Prinsip Ekonomi Islam
Oleh: M. Zamroni
Islam mengakui hak individu untuk memiliki harta. Hak kepemilikan harta hanya diperoleh dengan cara-cara sesuai ketentuan agama islam. Islam mengatur kepmilikan harta didasarkan atas kemaslahatan sehingga keberadaan harta akan menimbulkan sikap saling mengahargai dan menghormati. Hal ini terjadi karena bagi seorang muslim harta sekedar titipan Allah. Sesuai dengan firman-Nya:
يَا أَيُّهَا الَّذِينَ آمَنُوا لَا تَأْكُلُوا أَمْوَالَكُمْ بَيْنَكُمْ بِالْبَاطِلِ إِلَّا أَنْ تَكُونَ تِجَارَةً عَنْ تَرَاضٍ مِنْكُمْ وَلَا تَقْتُلُوا أَنْفُسَكُمْ إِنَّ اللَّهَ كَانَ بِكُمْ رَحِيمًا
“Hai orang-orang yang beriman, janganlah kamu saling memakan harta sesamamu dengan jalan yang batil, kecuali dengan jalan perniagaan yang Berlaku dengan suka sama-suka di antara kamu. dan janganlah kamu membunuh dirimu. Sesungguhnya Allah adalah Maha Penyayang kepadamu”. (QS. An-Nisa’: 29)[1]
Bagi seorang muslim harta merupakan amanah Allah yang dipercayakan kepada manusia.
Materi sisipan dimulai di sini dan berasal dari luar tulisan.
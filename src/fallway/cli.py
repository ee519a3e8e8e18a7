"""The ``fallway`` command line: thin click commands over the library.

Each command parses its options, builds a :class:`fallway.scenario.Scenario`, calls the
library and prints.  Library errors are translated here, at the edge, into one line on
stderr and an exit code: 0 success, 1 a clear error, 2 usage, 3 no feasible line.
"""

from __future__ import annotations

import contextlib
import functools
import logging
import warnings
import os
import signal
import socket
import sys
import threading
from pathlib import Path

import click

from .errors import FallwayError, NoFeasibleLine, RefinementWarning

log = logging.getLogger("fallway")

EXIT_ERROR = 1
EXIT_NO_LINE = 3


# --------------------------------------------------------------------------- helpers
def _fail(message: str, code: int) -> None:
    click.echo(f"fallway: error: {message}", err=True)
    sys.exit(code)


_INTERRUPTED = "interrupted; no partial outputs were left"

#: Signals that end a run cleanly, with their exit codes: 128 + the signal number, as
#: shells report a process ended by a signal (POSIX `wait` status; common practice for
#: programs that catch the signal and exit themselves).
_EXIT_SIGNALS = {"SIGINT": 130, "SIGTERM": 143, "SIGHUP": 129}
# set once a signal handler has begun to end the process: the main thread then waits
# for it instead of reporting the failures the clean-up causes (e.g. killed workers)
_ENDING = threading.Event()


def _end_on_signal(signum: int) -> None:
    """Stop worker processes, remove the working folders of the open output sets, exit 128 + N."""
    from .export import _ACTIVE_LOCK, abort_active_outputs

    _ENDING.set()
    with _ACTIVE_LOCK:  # also keeps the main thread out of its own clean-up meanwhile
        mp = sys.modules.get("multiprocessing")
        if mp is not None:  # batch workers: stopped before their folders are removed
            children = mp.active_children()
            for child in children:
                with contextlib.suppress(Exception):
                    child.kill()
            for child in children:
                with contextlib.suppress(Exception):
                    child.join(timeout=5.0)
        abort_active_outputs()
        name = signal.Signals(signum).name
        what = _INTERRUPTED if signum == signal.SIGINT else f"stopped by {name}; no partial outputs were left"
        with contextlib.suppress(Exception):
            sys.stderr.write(f"fallway: error: {what}\n")
            sys.stderr.flush()
        os._exit(_EXIT_SIGNALS[name])
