Float precision: all times, squared speeds and heap keys stay float64.  ``emax`` and
``open_v2`` are compared with a tolerance of ``1e-10`` relative (default), far below
float32 resolution (6e-8), and ``t`` accumulates over thousands of segments; in float32
the dominance tests and the times - so the answer - would change.  Saving is done by
sizing, not by precision.

Virtual end points
------------------
Exact end points (:mod:`fallway.lattice.ends`) enter as virtual edges, walked sub-segment
by sub-segment with the same grade window and segment law as stencil edges
(:func:`fallway.lattice.core.virtual_edge`).  The start point is a virtual source: the
search begins with one label per cell its edges reach (heading ``nk + j``, edge ``j``:
the turn limit from it is judged on the edge's own direction; its dominance slot is the
"no heading" one, which no stencil step uses).  The end point is a virtual node
(index ``rows * cols``): a label settled at a cell joined to it in the last leg pushes an
arrival there, keyed by its time (the A* bound is 0 at the end); the first arrival
popped is optimal, because the A* bound to the end point's exact position and height is
still a lower bound along a virtual edge (its 3D length is at least the straight
distance).  The front includes the virtual edges' heights and drives in the speed bound
V.  Only the earliest arrival so far is queued (an end has no continuation).

Time cut-off
------------
``t_max``: a label later than ``t_max`` is neither queued nor settled, so a reach stops
expanding at the cut-off.  The arrivals up to ``t_max`` are those of the uncut search:
time only grows along a line, so every label up to ``t_max`` descends from labels up to
``t_max``, and all of those pop before any later label (keys are times in reach mode);
the decrease-key test at a state sees the same earlier labels whenever one of them is
up to ``t_max``.  (Exact ties in time may be broken in another order; the times are the
same.)
"""

from __future__ import annotations

import math

import numpy as np
from numba import njit

from .core import (C_CAPPED, C_CREATED, C_CUTOFF, C_DOMINATED, C_GRID, C_SETTLED, C_TURN, LABEL_BUDGET, LAW_GRADE,
                   LAW_OK, N_COUNTERS, NOT_REACHED, OK, astar_bound, count_blocked, count_law, grow, grow_rows,
                   corner_step, edge_tail, heading_slot, heap_pop, law_step, new_pool, passable, push_label, state_of,
                   sub_count, sub_segment, turn_deg, virtual_edge)

__all__ = ["search", "OK", "NOT_REACHED", "LABEL_BUDGET"]
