def test_tiled_interpolant_matches_global_spline():
    # reference: scipy's RectBivariateSpline over the whole grid; the tiled, blended
    # interpolant must agree with it, most of all across tile seams
    from scipy.interpolate import RectBivariateSpline
    from scipy.ndimage import gaussian_filter

    n = 2 * TILE + 40
    rng = np.random.default_rng(5)
    z = 50 * gaussian_filter(rng.standard_normal((n, n + 17)), 6, mode="reflect")
    t = Terrain.from_array(z, Affine(1.0, 0, 0.0, 0, -1.0, float(n)))
    ref = RectBivariateSpline(np.arange(n, dtype=float), np.arange(n + 17, dtype=float), z, s=0)
    seam = float(TILE)
    rr = np.concatenate([np.linspace(seam - 8, seam + 8, 161), rng.uniform(2, n - 3, 300)])
    cc = np.concatenate([rng.uniform(2, n + 14, 161), np.full(300, seam + 0.37)])
    x, y = cc + 0.5, n - (rr + 0.5)
    s = t.sample(x, y)
    scale = np.std(z)
    np.testing.assert_allclose(s, ref.ev(rr, cc), atol=1e-6 * scale)
    gx, gy = t.gradient(x, y)
    np.testing.assert_allclose(gx, ref.ev(rr, cc, dy=1), atol=1e-6 * scale)
    np.testing.assert_allclose(gy, -ref.ev(rr, cc, dx=1), atol=1e-6 * scale)


def test_tiled_interpolant_smooth_and_exact_across_seams():
    n = TILE + 30
    rows, cols = np.mgrid[0:n, 0:n].astype(float)
    x, y = cols + 0.5, n - (rows + 0.5)
    f = lambda x, y: 1e-5 * x**3 - 2e-5 * x * y**2 + 0.3 * y - x + 4  # noqa: E731
    t = Terrain.from_array(f(x, y), Affine(1.0, 0, 0.0, 0, -1.0, float(n)))
    seam_x = TILE + 0.5          # the column boundary, in map x
    px = np.linspace(seam_x - 9, seam_x + 9, 73)
    py = np.full_like(px, 70.3)
    # polynomial of degree <= 3: exact in every tile, so exact through the blend too
    np.testing.assert_allclose(t.sample(px, py), f(px, py), atol=1e-8)
    # gradient equals central differences of sample() across the seam (C1 blend)
    zz = 20 * np.sin(cols / 7.0) * np.cos(rows / 11.0)
    t2 = Terrain.from_array(zz, Affine(1.0, 0, 0.0, 0, -1.0, float(n)))
    h = 1e-4
    gx, gy = t2.gradient(px, py)
    np.testing.assert_allclose(gx, (t2.sample(px + h, py) - t2.sample(px - h, py)) / (2 * h), atol=1e-6)
    np.testing.assert_allclose(gy, (t2.sample(px, py + h) - t2.sample(px, py - h)) / (2 * h), atol=1e-6)


def test_geographic_bounds_in_either_longitude_convention(topobathy, tmp_path):
    # the file counts 0..360 degrees east; bounds given as -180..180 (and as 0..360) work
    topo, lon, lat = topobathy
    dlon = (lon[-1] - lon[0]) / (lon.size - 1)
    dlat = (lat[-1] - lat[0]) / (lat.size - 1)
    tf = Affine(dlon, 0, lon[0] - dlon / 2, 0, dlat, lat[0] - dlat / 2)
    path = write_geotiff(tmp_path / "tb.tif", topo, tf, "EPSG:4326")
    a = load_terrain(path, bounds=(-125.0, 48.5, -124.0, 49.2), margin_m=0)
    b = load_terrain(path, bounds=(235.0, 48.5, 236.0, 49.2), margin_m=0)
    assert a.transform == b.transform and a.shape == b.shape
    assert a.z.size < 0.2 * topo.size


def test_geographic_too_wide_for_one_zone(tmp_path):
    tf = Affine(0.5, 0, 0.0, 0, -0.5, 50.0)
    p = write_geotiff(tmp_path / "wide.tif", np.zeros((10, 40)), tf, "EPSG:4326")
    with pytest.raises(TerrainError, match="20.0 degrees of longitude.*bounds="):
        load_terrain(p)


def test_truncated_raster(plane_tif, tmp_path):
    # a GeoTIFF cut short: the header opens, the pixel data is gone
    path = plane_tif[0]
    data = path.read_bytes()
    bad = tmp_path / "cut.tif"
    bad.write_bytes(data[: len(data) // 3])
    with pytest.raises(FallwayIOError, match=r"cut.tif.*(as a raster|failed).*") as info:
        load_terrain(bad)
    assert isinstance(info.value.__cause__, rasterio.errors.RasterioError)


# --------------------------------------------------------------------------------------
# the compiled surface against scipy's FITPACK splines (an independent implementation)
# --------------------------------------------------------------------------------------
هُوَ الَّذِي خَلَقَ لَكُمْ مَا فِي الْأَرْضِ جَمِيعًا ثُمَّ اسْتَوَى إِلَى السَّمَاءِ فَسَوَّاهُنَّ سَبْعَ سَمَاوَاتٍ وَهُوَ بِكُلِّ شَيْءٍ عَلِيمٌ
“Dia-lah Allah, yang menjadikan segala yang ada di bumi untuk kamu dan Dia berkehendak (menciptakan) langit, lalu dijadikan-Nya tujuh langit. dan Dia Maha mengetahui segala sesuatu”. (QS. Al-Baqarah: 29)[2]
Seorang muslim tidak akan menyia-nyiakan amanah tersebut, karena bagi seorang muslim pemberian Allah kepada manusia diyakini mempunyai manfaat. Seorang muslim akan selalu bersyukur, karena Allah telah menyediakan segala kebutuhan hidupnya di dunia ini yang berupa hewan, tumbuhan dan lain sebagainya. Keadaan ini menjadikan seorang uslim untuk tidak sempit hati dalam mengahdapi berbagai permasalahan dalam kehidupan ini.[3]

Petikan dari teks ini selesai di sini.